━━━ DATASET ENTRIES
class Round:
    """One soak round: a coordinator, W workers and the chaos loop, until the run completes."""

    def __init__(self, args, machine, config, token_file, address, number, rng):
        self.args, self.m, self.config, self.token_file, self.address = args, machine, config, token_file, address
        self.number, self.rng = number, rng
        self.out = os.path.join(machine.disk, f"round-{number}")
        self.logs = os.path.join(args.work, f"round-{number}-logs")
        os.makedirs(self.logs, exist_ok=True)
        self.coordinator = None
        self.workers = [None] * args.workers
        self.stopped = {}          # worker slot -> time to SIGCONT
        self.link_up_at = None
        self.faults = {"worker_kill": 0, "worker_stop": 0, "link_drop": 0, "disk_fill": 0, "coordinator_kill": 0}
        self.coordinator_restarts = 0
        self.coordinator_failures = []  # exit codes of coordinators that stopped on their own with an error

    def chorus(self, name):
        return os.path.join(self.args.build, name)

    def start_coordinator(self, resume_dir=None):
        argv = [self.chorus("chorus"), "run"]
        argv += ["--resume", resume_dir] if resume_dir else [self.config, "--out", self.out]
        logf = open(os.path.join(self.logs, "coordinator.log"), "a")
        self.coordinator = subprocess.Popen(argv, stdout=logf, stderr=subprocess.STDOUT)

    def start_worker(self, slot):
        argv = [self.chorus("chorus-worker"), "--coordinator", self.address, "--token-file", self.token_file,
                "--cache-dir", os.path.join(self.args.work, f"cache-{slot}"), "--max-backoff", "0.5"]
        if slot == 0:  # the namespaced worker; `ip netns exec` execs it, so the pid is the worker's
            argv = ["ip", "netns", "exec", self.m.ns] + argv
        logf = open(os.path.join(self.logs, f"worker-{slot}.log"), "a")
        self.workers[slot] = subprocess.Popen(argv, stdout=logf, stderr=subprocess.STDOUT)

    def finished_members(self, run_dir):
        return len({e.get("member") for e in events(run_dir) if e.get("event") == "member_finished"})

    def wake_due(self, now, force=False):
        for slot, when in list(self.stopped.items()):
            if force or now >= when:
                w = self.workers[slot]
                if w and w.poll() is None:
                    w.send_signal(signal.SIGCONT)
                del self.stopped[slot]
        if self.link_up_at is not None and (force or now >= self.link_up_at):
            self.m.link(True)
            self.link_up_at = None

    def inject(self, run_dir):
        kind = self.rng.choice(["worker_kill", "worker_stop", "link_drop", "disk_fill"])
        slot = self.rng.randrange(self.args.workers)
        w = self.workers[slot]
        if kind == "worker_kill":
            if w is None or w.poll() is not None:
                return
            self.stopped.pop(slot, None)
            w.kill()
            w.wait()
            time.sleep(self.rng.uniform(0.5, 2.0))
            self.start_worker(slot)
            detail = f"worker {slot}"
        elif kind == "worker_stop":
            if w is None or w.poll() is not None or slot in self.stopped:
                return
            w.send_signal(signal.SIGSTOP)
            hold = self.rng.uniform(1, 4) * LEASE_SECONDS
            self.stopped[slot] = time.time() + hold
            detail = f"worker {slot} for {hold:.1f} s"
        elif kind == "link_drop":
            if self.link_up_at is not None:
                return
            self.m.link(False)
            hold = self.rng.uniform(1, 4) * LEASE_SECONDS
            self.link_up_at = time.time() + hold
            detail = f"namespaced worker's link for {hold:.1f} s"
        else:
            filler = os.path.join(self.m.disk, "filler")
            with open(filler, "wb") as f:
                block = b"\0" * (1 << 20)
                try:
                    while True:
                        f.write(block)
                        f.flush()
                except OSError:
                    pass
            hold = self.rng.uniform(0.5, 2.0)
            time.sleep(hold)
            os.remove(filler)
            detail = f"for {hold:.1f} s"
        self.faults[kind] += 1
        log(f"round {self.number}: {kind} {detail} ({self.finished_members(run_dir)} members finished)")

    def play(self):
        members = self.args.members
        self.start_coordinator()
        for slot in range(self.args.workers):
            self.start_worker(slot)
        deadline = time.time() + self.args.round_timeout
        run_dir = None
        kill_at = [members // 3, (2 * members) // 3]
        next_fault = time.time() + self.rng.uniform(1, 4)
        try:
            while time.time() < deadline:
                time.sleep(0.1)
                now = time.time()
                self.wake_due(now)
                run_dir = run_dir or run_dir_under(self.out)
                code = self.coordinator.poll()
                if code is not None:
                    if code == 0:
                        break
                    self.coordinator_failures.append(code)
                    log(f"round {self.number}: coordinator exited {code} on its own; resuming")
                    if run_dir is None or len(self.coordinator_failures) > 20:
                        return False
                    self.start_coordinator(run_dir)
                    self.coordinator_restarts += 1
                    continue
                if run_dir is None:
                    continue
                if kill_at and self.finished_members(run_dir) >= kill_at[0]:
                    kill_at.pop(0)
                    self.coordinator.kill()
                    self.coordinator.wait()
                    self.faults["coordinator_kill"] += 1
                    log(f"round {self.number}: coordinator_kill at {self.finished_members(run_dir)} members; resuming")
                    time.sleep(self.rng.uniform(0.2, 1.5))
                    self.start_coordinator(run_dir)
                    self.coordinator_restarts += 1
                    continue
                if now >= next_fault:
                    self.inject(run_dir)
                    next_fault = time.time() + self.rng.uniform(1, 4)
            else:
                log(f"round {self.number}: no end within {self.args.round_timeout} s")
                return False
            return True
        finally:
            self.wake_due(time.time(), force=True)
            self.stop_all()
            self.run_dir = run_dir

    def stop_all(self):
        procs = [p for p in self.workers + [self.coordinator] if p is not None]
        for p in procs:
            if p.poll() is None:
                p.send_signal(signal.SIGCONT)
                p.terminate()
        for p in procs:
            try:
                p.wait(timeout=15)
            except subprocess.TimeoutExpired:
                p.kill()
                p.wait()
━━━━━━
TASK TO COMPLETE
How many lines in the entries above hold the string "return"? Answer with the number and nothing more.

SOLUTION TO THE EXERCISE
8